Mittelbaden (German: "Middle Baden") is a vaguely defined region in the Baden part of Baden-Württemberg. It is customarily used for the region containing the districts of Rastatt, Baden-Baden, and Ortenaukreis. Before the district reform of 1973 it contained the former districts of Baden-Baden, Bühl, Kehl, Rastatt, Offenburg and Wolfach. The region includes the historic counties (Gaue) of Ufgau and Ortenau.

In a wider sense, Mittelbaden is used to refer to the area between northern Baden (Mannheim and Rhein-Neckar) and southern Baden (Emmendingen, Freiburg, Lörrach and Konstanz). In this sense, the term can include the regions of Karlsruhe, Pforzheim and Enzkreis.
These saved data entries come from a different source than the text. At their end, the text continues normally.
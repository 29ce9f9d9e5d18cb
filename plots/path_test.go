package plots

import (
	"math"
	"regexp"
	"strings"
	"testing"
)

func TestPathViewRefuses(t *testing.T) {
	nan, inf := math.NaN(), math.Inf(1)
	cases := map[string]func(*PathViewSpec){
		"no title":          func(s *PathViewSpec) { s.Title = "" },
		"no description":    func(s *PathViewSpec) { s.Desc = " " },
		"no way":            func(s *PathViewSpec) { s.Way = nil },
		"way of NaN":        func(s *PathViewSpec) { s.Way[4].X = nan },
		"huge way":          func(s *PathViewSpec) { s.Way[4].Y = 1e12 },
		"spin of NaN":       func(s *PathViewSpec) { s.Spin = nan },
		"deck of NaN":       func(s *PathViewSpec) { s.Deck = nan },
		"negative deck":     func(s *PathViewSpec) { s.Deck = -1 },
		"feet of NaN":       func(s *PathViewSpec) { s.Stations[1].Feet.X = nan },
		"head of infinity":  func(s *PathViewSpec) { s.Stations[1].Head.Y = inf },
		"force of NaN":      func(s *PathViewSpec) { s.Stations[1].Force.Y = nan },
		"force of infinity": func(s *PathViewSpec) { s.Stations[1].Force.X = inf },
		"huge force":        func(s *PathViewSpec) { s.Stations[1].Force.X = 2e9 },
		"time of NaN":       func(s *PathViewSpec) { s.Stations[1].T = nan },
		"time runs back":    func(s *PathViewSpec) { s.Stations[1].T = -1 },
		"gap of NaN":        func(s *PathViewSpec) { s.Near.Gap = nan },
		"near of NaN":       func(s *PathViewSpec) { s.Near.At.X = nan },
		"near at no time":   func(s *PathViewSpec) { s.Near.T = inf },
		"unknown kind":      func(s *PathViewSpec) { s.Outlines[0].Kind = 99 },
	}
	for name, spoil := range cases {
		s := spokePath(0.4)
		spoil(&s)
		if f, err := PathView(s); err == nil || f != nil {
			t.Errorf("%s: drawn", name)
		}
	}
}

// TestPathsAreTold looks for what the reader came for.
func TestPathsAreTold(t *testing.T) {
	// By hand: 0.4 rad/s at the waist, 30 - 0.55*1.78 = 29.021 m from the axis, times 84 kg.
	const atRest = "390 N"
	cases := map[string][]string{
		"path down a spoke":                {atRest, "descend", "start", "end", "62.5 s", "force 200 N", "Arrows: force of the person on the structure.", "least clearance 0.320 m to spoke B at 30 s"},
		"path down a spoke, negative spin": {"the floor moves antispinward"},
		"path half round":                  {"spin axis", "walk", "hull", "47.1 s"},
		"path lap and a half":              {"The way goes 540° (1.50 turns) round the axis."},
		"path climb":                       {"walk", "turn head", "climb", "3, 4 s", "overlap of 40.0 mm with upper deck"},
		"path standing up":                 {"start and end", "stand up, stand", "1.5, 2 s", "425 to 467 N"},
		"path flat":                        {"0, 10 s", "703 N"},
		"path hub":                         {"plumb line of the start", "float"},
		"plan with paths":                  {"to the upper deck", "up the ladder"},
		"plan of a long walk":              {"night round"},
	}
	seen := map[string]bool{}
	for _, s := range pathSamples() {
		f, err := s.make()
		list := texts(t, render(t, f, err))
		seen[s.name] = true
		for _, w := range cases[s.name] {
			if !said(list, w) {
				t.Errorf("%s: no text %q", s.name, w)
			}
		}
		if s.name == "path hub" && said(list, " N") {
			t.Errorf("%s: a force is said where there is none", s.name)
		}
	}
	for name := range cases {
		if !seen[name] {
			t.Errorf("no sample %q", name)
		}
	}
}

// said reports whether the words stand in the figure, on one line or on several.
func said(list []svgText, words string) bool {
	var all []string
	for _, x := range list {
		all = append(all, x.s)
	}
	return strings.Contains(strings.Join(all, " "), words)
}

// arranged is a path view before it is painted.
func arranged(s PathViewSpec) *crewPath {
	p := &crewPath{spec: s, scene: scene{radius: s.Deck, outlines: s.Outlines, track: wayTrack(s.Way)}}
	p.head = headline{s.Title, s.Desc, s.Notes, s.Spin}
	p.arrange()
	return p
}

// TestPathViewsShowAllOfIt: ways, persons and arrows lie in the window, and the whole ring
// if the way goes far round it.
func TestPathViewsShowAllOfIt(t *testing.T) {
	for name, s := range map[string]PathViewSpec{
		"spoke": spokePath(0.4), "half": ringPath(sampleSpin, -math.Pi), "laps": ringPath(sampleSpin, 3*math.Pi), "short": ringPath(sampleSpin, 0.3),
		"climb": climbPath(), "standing": standingPath(), "flat": flatPath(), "hub": hubPath(),
	} {
		p := arranged(s)
		shown := s.Way
		for _, st := range s.Stations {
			shown = append(shown, st.Feet, st.Head)
			if tip := p.v.pt(st.Feet).Add(p.arrow(st)); !within(p.win, tip) {
				t.Errorf("%s: the arrow at %g s ends outside", name, st.T)
			}
		}
		for _, q := range shown {
			if !within(p.win, p.v.pt(q)) {
				t.Fatalf("%s: (%g, %g) m is not shown", name, q.X, q.Y)
			}
		}
		if whole := name == "half" || name == "laps"; p.whole != whole || whole && !within(p.win, p.v.pt(Point{0, 2 * s.Deck})) {
			t.Errorf("%s: whole ring: %v", name, p.whole)
		}
	}
}

var pushLine = regexp.MustCompile(`M([0-9.]+),([0-9.]+)L([0-9.]+),([0-9.]+)" fill="none" stroke="#D55E00" stroke-width="1.1`)

// TestForceBarAgreesWithTheArrows: on the page, force over length is one for all arrows and the bar.
func TestForceBarAgreesWithTheArrows(t *testing.T) {
	s := ringPath(sampleSpin, 0.5)
	f, err := PathView(s)
	svg := render(t, f, err)
	if !said(texts(t, svg), "force 500 N") {
		t.Fatal("the bar is not of 500 N")
	}
	var got []float64
	for _, m := range pushLine.FindAllStringSubmatch(svg, -1) {
		got = append(got, math.Hypot(number(t, m[3])-number(t, m[1]), number(t, m[4])-number(t, m[2])))
	}
	const barEnd = 1 // the stroke across the bar's beginning
	if len(got) != len(s.Stations)+1+barEnd {
		t.Fatalf("%d lines, want %d arrows and a bar", len(got), len(s.Stations))
	}
	perN := got[len(s.Stations)] / 500
	for i, st := range s.Stations {
		// Five significant digits are written: up to 0.01 pt for each of the ends.
		if want := st.Force.norm() * perN; math.Abs(got[i]-want) > 0.03 {
			t.Errorf("%g N is drawn %g pt long, want %g", st.Force.norm(), got[i], want)
		}
	}
}

// TestPersonsAreTrueToScale: the line of a person is as long as the scale makes the person.
func TestPersonsAreTrueToScale(t *testing.T) {
	s := standingPath()
	s.Stations = s.Stations[3:4]
	p := arranged(s)
	f, err := PathView(s)
	m := regexp.MustCompile(`M([0-9.]+),([0-9.]+)L([0-9.]+),([0-9.]+)" fill="none" stroke="#1A1A1A" stroke-width="0.8`).FindStringSubmatch(render(t, f, err))
	if m == nil {
		t.Fatal("no person")
	}
	got := math.Hypot(number(t, m[3])-number(t, m[1]), number(t, m[4])-number(t, m[2]))
	if want := sampleTall * p.v.perM; math.Abs(got-want) > 0.03 {
		t.Errorf("a person of %g m is drawn %g pt long, want %g", sampleTall, got, want)
	}
}

// TestDegeneratePathsAreDrawn: few points and odd sizes are no errors.
func TestDegeneratePathsAreDrawn(t *testing.T) {
	for name, s := range map[string]PathViewSpec{
		"one point":       {Way: []Point{{}}},
		"same point":      {Way: []Point{{0, 2}, {0, 2}}, Deck: 2},
		"person of 0 m":   {Way: []Point{{}}, Stations: []PathStation{{Force: Point{0, -1}}}},
		"tiny force":      {Way: []Point{{}, {1, 0}}, Stations: []PathStation{{Force: Point{5e-324, 0}}}},
		"huge force":      {Way: []Point{{}, {1, 0}}, Stations: []PathStation{{Force: Point{maxForce, 0}, Head: Point{0, 1}}}},
		"stations afar":   {Way: []Point{{}, {1, 0}}, Deck: 9, Stations: []PathStation{{Feet: Point{1e6, 0}}, {T: 1, Feet: Point{-1e6, 3}}}},
		"nameless legs":   {Way: []Point{{}}, Stations: []PathStation{{Leg: "a"}, {Leg: ""}, {Leg: "a"}}},
		"near off window": {Way: []Point{{}}, Near: &PathNear{At: Point{99, 99}}},
	} {
		s.Title, s.Desc = "t", "d"
		f, err := PathView(s)
		checkTexts(t, name, f, render(t, f, err))
	}
}

// TestTimesAreShort: idle zeros are left out, others are not.
func TestTimesAreShort(t *testing.T) {
	for v, want := range map[float64]string{0: "0 s", 4: "4 s", 12.5: "12.5 s", 100: "100 s", 0.25: "0.25 s", 1e9: "1.00e9 s", -3: "\u22123 s"} {
		if got := shortSeconds(v); got != want {
			t.Errorf("%g s is %q, want %q", v, got, want)
		}
	}
}

// TestPlansWithoutPathsAreAsBefore: no path is the same as an empty list, and a plan of a
// path has all the lines of the plan without it.
func TestPlansWithoutPathsAreAsBefore(t *testing.T) {
	draw := func(paths []PlanPath) string {
		s := planSpec()
		s.Paths = paths
		f, err := DeckPlan(s)
		return render(t, f, err)
	}
	none := draw(nil)
	if none != draw([]PlanPath{}) {
		t.Error("an empty list changes the figure")
	}
	some := draw([]PlanPath{{Name: "p", Points: []Point{{-1, 0}, {2, 0}}}})
	if some == none || !strings.Contains(some, `stroke-dasharray="4.5,2.2`) {
		t.Error("a path is not drawn")
	}
	lines := regexp.MustCompile(`<path [^>]*>`).FindAllString(none, -1)
	if len(lines) == 0 {
		t.Error("the plan has no lines")
	}
	for _, l := range lines {
		const leader = `stroke-width="0.4` // labels may move, and their leaders with them
		if !strings.Contains(some, l) && !strings.Contains(l, leader) {
			t.Errorf("a path takes away %s", l)
		}
	}
}

// TestWaysOnPlans: a path is drawn where the deck is, however many laps off its arcs are.
func TestWaysOnPlans(t *testing.T) {
	at := func(x float64) string {
		s := planSpec()
		s.Releases = nil
		s.Paths = []PlanPath{{Name: "p", Points: []Point{{x, 1}, {x + 3, 2}, {x + 3, 2.5}}}}
		f, err := DeckPlan(s)
		return render(t, f, err)
	}
	const laps = 36 * math.Pi // exactly a lap of 18 m
	near := at(5)
	for _, x := range []float64{5 + laps, 5 - 3*laps} {
		// Rounding may move the last digit of a number; the words and lines are the same.
		far := at(x)
		if a, b := strings.Count(near, "<path"), strings.Count(far, "<path"); a != b {
			t.Errorf("%d lines at %g m, %d at 5 m", b, x, a)
		}
		if !said(texts(t, far), "p") || !said(texts(t, far), "5 m") {
			t.Errorf("the plan of a path at %g m is elsewhere", x)
		}
	}
}

// wildPath is a crew path of any numbers.
func wildPath(w wild) PathViewSpec {
	s := PathViewSpec{Title: "t", Desc: "d", Spin: w.number(), Deck: math.Abs(w.number()), Outlines: w.outlines()}
	for _, p := range w.track() {
		s.Way = append(s.Way, Point{p.X, p.Y})
	}
	sizes := []float64{1e-7, 1, 800, 1e5}
	for _, t := range w.times(w.IntN(9)) {
		st := PathStation{T: t, Head: w.point(), Leg: phaseNames[w.IntN(4)]}
		st.Force = Point{w.NormFloat64(), w.NormFloat64()}.scale(sizes[w.IntN(4)])
		if w.IntN(2) == 0 && len(s.Way) > 0 {
			st.Feet = s.Way[w.IntN(len(s.Way))]
			st.Head = st.Feet.add(Point{w.NormFloat64(), w.NormFloat64()})
		}
		s.Stations = append(s.Stations, st)
	}
	if p := w.place(); p != nil {
		s.Near = &PathNear{T: w.number(), At: *p, Gap: w.number(), Surface: "post"}
	}
	return s
}

func wildPlanPaths(w wild) []PlanPath {
	out := make([]PlanPath, w.IntN(3))
	for i := range out {
		out[i] = PlanPath{Name: "walk", Points: []Point{w.point(), w.point(), w.point()}[:1+w.IntN(3)]}
	}
	return out
}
Unlike Südbaden and Nordbaden, Mittelbaden has never been an official term for a district or area.

== Examples of use ==
Some examples of the use of the term Mittelbaden:
- Baden-Baden is completely surrounded by Rastatt district and both districts are tightly linked to one another. From 1924 to 1939, Baden-Baden belonged to the Amtsbezirk of Rastatt; in the 1973 district reform, the city became an independent district - by far the smallest civic district in Baden-Württemberg. Both the city council of Baden-Baden and the district council of Rastatt use the term Mittelbaden for institutions which cross district boundaries.
  - The Klinikum Mittelbaden gGmbH is a collaborative healthcare service of Rastatt and Baden-Baden districts.
  - The Integrierte Leitstelle Mittelbaden is the Public-safety answering point for ambulance and fire services in the districts.
  - The Medienzentrum Mittelbaden supplies media and advice to all schools in Baden-Baden and Rastatt.
  - The city of Baden-Baden, the communities of Rastatt and local businesses, established the Interessengemeinschaft „Wirtschaftsregion Mittelbaden“ ("Mittelbaden Industrial Area" Interest group) to encourage regional business ties, in 2012.
- The VR-Bank in Mittelbaden eG which was formed from several co-operative banks in Rastatt, with its headquarters in Iffezheim and branches from Sinzheim in the south to Steinmauern in the north.
- E-Werk Mittelbaden, an electricity supply company in Ortenau, has included "Mittelbaden" in its name since it was formed by the merger of Lahrer E-Werk and Offenburger E-Werk in 1922.
- The Südwestdeutsche Verkehrs-Aktiengesellschaft (SW German Transport Organisation) based in Lahr has a Verkehrsbetrieb Mittelbaden-Schwarzach (Mittelbaden-Schwarzach Transport Company), which serves Rastatt and Ortenau.
- Newspapers in Ortenau are published by the Mittelbadische Presse.
- The business area of the building co-operative Familienheim Mittelbaden, based in Achern, includes Ortenau and the surrounding regions.
- The Obstgroßmarkt Mittelbaden (Mittelbaden Fruit Wholesale Market) in Oberkirch was created in 1996 by the merger of several local fruit wholesale co-operatives.
- The Baden Football Association has a Landesliga Mittelbaden (Mittelbaden State League), including Karlsruhe, Enzkreis and Pforzheim. Baden-Baden and Rastatt on the other hand belong to the South Baden Football Association.
- The Region Mittelbaden of the DGB includes Karlsruhe as well as Baden-Baden and Rastatt.
- The Historical Organisation for Mittelbaden produces an annual Die Ortenau. It has local groups in other parts of Baden. Rastatt is included in the northern part of its territory, but it stretches south to Ettenheim and Triberg.